#!/usr/bin/python3
"""Golden values for dsp/binomial.go: exact (Clopper-Pearson) two-sided
confidence intervals of a binomial proportion, from
scipy.stats.binomtest(k, n).proportion_ci(confidence_level, method="exact"),
which computes them from the beta distribution (Clopper & Pearson,
Biometrika 26(4):404-413, 1934).

Run: cd testdata/golden && /usr/bin/python3 binomial.py   (writes binomial.json)
"""
import json

import numpy as np
import scipy
from scipy import stats

CASES = [(0, 10, 0.95), (1, 10, 0.95), (5, 10, 0.95), (10, 10, 0.95),
         (0, 2000, 0.95), (3, 2000, 0.95), (1800, 2000, 0.95), (1000, 2000, 0.95),
         (54, 100, 0.99), (39, 100, 0.9), (999999, 1000000, 0.95), (7, 1000000, 0.95)]

out = {"numpy": np.__version__, "scipy": scipy.__version__, "cases": []}
for k, n, conf in CASES:
    ci = stats.binomtest(k, n).proportion_ci(confidence_level=conf, method="exact")
    out["cases"].append({"k": k, "n": n, "conf": conf, "lo": float(ci.low), "hi": float(ci.high)})
with open("binomial.json", "w") as f:
    json.dump(out, f, indent=1)
    f.write("\n")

-------

▸ **Prompt**:
Only lines with the word "import" are wanted, so copy each one from the records.

▸ **Reply**:
import json
import numpy as np
import scipy
from scipy import stats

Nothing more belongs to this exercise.